(Beginning of RECORDS PROVIDED)

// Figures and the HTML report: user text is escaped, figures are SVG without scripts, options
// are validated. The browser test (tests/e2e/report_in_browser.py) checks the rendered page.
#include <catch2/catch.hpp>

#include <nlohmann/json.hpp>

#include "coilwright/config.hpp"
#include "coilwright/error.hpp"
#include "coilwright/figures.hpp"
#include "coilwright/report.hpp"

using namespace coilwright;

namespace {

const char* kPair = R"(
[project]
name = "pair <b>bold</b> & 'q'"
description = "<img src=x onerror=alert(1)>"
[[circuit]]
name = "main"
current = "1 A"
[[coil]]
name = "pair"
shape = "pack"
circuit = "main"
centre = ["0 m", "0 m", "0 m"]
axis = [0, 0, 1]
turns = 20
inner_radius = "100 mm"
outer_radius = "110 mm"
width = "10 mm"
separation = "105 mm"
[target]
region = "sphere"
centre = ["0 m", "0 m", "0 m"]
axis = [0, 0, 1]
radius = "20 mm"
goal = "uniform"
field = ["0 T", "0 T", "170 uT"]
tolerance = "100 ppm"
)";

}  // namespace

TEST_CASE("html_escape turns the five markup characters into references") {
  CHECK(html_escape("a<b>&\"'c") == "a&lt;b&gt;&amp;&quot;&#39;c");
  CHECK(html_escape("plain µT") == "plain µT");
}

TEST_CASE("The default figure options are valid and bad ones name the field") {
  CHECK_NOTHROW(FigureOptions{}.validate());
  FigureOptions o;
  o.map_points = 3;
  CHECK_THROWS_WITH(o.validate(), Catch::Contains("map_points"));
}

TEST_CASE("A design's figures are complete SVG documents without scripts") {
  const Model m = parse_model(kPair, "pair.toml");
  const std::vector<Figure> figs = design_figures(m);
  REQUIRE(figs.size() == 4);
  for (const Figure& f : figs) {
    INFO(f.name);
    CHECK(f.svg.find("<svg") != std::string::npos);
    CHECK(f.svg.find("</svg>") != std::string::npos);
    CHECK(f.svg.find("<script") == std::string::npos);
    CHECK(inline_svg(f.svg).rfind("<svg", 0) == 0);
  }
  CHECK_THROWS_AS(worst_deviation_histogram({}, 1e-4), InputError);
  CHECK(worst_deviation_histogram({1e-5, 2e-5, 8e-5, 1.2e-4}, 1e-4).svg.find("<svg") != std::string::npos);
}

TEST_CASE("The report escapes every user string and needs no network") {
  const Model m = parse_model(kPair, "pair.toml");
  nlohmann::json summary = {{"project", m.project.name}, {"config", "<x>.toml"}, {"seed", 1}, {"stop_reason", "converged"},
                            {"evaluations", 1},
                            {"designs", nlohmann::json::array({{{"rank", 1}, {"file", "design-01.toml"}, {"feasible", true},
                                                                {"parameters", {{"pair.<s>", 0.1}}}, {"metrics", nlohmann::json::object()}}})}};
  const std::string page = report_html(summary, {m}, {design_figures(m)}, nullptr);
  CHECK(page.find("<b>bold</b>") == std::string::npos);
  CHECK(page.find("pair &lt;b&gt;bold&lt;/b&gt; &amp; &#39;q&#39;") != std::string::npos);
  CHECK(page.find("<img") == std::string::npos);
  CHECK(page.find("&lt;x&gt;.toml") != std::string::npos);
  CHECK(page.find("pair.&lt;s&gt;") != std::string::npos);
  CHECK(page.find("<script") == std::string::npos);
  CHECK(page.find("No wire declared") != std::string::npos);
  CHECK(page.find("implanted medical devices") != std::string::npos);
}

(End of RECORDS PROVIDED)
(Beginning of RECORDS PROVIDED)

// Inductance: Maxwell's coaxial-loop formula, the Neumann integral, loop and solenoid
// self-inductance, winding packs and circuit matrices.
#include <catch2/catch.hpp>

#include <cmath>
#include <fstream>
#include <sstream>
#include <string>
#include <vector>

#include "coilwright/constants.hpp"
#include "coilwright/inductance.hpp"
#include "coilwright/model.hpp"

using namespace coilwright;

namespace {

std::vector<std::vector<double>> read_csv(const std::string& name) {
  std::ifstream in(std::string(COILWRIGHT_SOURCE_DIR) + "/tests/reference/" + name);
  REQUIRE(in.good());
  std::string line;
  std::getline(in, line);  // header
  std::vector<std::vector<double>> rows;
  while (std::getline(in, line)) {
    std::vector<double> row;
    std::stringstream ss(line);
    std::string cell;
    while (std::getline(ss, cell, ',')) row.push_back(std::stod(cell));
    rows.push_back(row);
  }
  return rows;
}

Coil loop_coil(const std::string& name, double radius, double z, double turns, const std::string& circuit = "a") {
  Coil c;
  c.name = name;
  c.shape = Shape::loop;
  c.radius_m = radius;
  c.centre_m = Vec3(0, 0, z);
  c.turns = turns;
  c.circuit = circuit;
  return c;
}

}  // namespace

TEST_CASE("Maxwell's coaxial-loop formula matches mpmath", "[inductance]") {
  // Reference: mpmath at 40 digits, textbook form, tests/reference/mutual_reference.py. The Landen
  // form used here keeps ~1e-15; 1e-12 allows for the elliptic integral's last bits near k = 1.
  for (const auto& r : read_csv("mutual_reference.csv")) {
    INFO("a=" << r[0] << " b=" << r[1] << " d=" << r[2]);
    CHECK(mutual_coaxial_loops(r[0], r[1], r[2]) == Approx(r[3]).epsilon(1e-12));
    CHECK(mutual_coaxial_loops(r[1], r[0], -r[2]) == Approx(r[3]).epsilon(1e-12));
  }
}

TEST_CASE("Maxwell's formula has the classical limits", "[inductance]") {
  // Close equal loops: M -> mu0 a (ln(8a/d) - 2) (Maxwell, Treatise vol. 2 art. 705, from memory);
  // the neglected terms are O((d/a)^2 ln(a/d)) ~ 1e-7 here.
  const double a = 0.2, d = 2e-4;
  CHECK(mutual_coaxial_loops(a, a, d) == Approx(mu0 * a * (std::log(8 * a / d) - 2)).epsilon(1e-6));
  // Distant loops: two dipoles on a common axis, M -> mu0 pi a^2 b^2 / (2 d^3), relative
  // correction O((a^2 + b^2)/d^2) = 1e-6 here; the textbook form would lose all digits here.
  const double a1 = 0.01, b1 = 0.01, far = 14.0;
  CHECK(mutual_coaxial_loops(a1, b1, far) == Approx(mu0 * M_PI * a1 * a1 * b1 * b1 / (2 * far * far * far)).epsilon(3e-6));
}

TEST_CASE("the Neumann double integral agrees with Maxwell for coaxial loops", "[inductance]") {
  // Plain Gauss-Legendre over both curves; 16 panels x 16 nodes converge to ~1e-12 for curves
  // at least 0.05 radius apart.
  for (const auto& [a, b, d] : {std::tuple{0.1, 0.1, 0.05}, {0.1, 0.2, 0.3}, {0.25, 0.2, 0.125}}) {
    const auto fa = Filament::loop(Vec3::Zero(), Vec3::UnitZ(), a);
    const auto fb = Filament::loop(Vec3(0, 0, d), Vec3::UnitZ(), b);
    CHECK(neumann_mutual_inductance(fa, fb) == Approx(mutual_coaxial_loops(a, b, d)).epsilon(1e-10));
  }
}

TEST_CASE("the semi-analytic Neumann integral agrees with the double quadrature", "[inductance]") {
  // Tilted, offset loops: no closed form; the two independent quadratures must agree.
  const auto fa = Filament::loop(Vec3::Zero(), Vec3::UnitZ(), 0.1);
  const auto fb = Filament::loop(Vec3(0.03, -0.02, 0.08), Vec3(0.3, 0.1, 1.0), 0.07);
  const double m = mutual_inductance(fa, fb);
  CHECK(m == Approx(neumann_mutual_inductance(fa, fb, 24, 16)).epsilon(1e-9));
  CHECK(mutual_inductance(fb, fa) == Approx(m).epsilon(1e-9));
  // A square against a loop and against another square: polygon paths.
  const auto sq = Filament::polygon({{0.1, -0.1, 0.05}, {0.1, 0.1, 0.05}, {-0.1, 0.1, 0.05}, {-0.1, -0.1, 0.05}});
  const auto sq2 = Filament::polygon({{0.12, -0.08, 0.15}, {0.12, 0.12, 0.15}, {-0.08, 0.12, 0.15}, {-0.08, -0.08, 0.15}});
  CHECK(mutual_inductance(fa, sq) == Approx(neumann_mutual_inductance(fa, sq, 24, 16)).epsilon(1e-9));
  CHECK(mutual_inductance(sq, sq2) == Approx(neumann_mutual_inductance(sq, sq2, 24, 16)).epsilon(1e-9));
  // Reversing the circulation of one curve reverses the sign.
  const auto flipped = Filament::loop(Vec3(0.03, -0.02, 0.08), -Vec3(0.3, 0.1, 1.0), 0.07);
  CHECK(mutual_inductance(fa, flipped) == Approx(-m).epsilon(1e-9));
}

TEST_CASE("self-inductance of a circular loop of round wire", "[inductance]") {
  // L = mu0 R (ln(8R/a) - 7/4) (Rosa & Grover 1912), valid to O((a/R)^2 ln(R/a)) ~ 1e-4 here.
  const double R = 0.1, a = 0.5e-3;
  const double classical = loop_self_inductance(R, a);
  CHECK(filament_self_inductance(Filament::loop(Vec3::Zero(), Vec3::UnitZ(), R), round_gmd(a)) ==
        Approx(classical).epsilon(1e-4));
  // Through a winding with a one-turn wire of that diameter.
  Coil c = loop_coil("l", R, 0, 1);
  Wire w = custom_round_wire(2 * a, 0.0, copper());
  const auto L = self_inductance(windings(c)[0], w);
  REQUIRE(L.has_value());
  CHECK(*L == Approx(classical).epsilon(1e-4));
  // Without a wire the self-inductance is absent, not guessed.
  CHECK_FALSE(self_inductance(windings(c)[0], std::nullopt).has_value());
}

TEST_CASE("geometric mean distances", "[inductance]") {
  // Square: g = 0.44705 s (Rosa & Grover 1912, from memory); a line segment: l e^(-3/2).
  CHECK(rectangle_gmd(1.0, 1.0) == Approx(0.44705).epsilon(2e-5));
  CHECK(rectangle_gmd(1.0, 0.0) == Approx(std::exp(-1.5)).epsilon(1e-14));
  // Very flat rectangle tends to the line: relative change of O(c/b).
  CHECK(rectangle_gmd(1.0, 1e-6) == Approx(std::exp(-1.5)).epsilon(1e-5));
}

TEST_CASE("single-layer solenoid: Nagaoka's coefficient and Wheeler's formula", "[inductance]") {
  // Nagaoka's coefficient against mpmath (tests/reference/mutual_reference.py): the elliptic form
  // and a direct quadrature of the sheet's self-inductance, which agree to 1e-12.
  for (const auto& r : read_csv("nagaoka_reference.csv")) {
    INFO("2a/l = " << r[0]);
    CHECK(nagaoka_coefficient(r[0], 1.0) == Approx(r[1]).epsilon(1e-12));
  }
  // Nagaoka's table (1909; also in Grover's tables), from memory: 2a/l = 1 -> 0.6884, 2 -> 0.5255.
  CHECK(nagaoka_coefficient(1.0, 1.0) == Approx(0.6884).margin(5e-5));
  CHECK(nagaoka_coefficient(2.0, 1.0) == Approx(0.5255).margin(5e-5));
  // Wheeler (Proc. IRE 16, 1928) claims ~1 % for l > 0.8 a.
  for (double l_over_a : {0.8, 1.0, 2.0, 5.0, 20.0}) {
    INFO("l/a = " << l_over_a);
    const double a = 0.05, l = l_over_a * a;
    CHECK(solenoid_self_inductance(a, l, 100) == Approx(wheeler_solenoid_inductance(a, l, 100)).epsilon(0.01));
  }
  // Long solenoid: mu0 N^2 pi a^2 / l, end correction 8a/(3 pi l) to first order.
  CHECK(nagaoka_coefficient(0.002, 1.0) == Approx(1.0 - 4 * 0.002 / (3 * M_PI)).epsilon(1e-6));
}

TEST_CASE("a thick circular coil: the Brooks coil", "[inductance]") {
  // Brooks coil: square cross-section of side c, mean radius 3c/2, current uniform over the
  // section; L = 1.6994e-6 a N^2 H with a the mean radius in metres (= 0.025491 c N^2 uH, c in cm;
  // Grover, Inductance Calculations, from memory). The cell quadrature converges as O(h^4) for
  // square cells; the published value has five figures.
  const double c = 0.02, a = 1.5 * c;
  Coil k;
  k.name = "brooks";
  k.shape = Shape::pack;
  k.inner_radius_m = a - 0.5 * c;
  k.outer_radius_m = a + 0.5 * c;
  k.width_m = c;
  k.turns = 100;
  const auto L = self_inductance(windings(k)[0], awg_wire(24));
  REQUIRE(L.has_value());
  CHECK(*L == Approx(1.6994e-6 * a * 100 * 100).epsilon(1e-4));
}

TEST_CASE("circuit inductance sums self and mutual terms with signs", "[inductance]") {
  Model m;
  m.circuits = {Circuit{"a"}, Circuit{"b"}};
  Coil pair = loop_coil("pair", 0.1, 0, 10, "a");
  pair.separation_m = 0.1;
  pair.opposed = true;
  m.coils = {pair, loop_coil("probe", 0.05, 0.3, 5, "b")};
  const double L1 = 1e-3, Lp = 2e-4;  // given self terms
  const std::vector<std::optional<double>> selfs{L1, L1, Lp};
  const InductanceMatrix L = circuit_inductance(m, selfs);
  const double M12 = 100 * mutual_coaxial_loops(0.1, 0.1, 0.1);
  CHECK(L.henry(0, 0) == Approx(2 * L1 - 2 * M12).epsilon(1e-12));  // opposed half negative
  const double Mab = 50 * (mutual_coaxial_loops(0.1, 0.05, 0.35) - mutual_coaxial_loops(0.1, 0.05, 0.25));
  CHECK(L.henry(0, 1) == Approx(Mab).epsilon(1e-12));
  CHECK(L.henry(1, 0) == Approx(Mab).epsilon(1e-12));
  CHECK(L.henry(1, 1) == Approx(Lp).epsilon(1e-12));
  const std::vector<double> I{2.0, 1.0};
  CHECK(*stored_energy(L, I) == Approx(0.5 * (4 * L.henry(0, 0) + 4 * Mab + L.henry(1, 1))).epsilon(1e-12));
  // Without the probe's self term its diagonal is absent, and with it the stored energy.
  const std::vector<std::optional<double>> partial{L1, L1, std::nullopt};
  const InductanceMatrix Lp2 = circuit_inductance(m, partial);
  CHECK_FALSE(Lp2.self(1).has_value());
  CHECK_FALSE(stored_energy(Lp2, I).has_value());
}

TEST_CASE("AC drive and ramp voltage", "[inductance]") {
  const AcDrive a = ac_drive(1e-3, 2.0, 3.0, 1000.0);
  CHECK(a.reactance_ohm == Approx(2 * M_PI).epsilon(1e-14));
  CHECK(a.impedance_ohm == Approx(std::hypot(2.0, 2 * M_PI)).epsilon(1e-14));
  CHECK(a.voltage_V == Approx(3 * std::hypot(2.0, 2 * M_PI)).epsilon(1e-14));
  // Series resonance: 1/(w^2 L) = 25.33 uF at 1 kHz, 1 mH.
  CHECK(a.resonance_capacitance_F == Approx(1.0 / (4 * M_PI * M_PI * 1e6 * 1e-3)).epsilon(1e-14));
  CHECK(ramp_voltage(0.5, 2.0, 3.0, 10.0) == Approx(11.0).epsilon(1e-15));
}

(End of RECORDS PROVIDED)

= THE PROBLEM =
Scan the records above and report every line with the string "summary".

= WRITTEN ANSWER =
  nlohmann::json summary = {{"project", m.project.name}, {"config", "<x>.toml"}, {"seed", 1}, {"stop_reason", "converged"},
  const std::string page = report_html(summary, {m}, {design_figures(m)}, nullptr);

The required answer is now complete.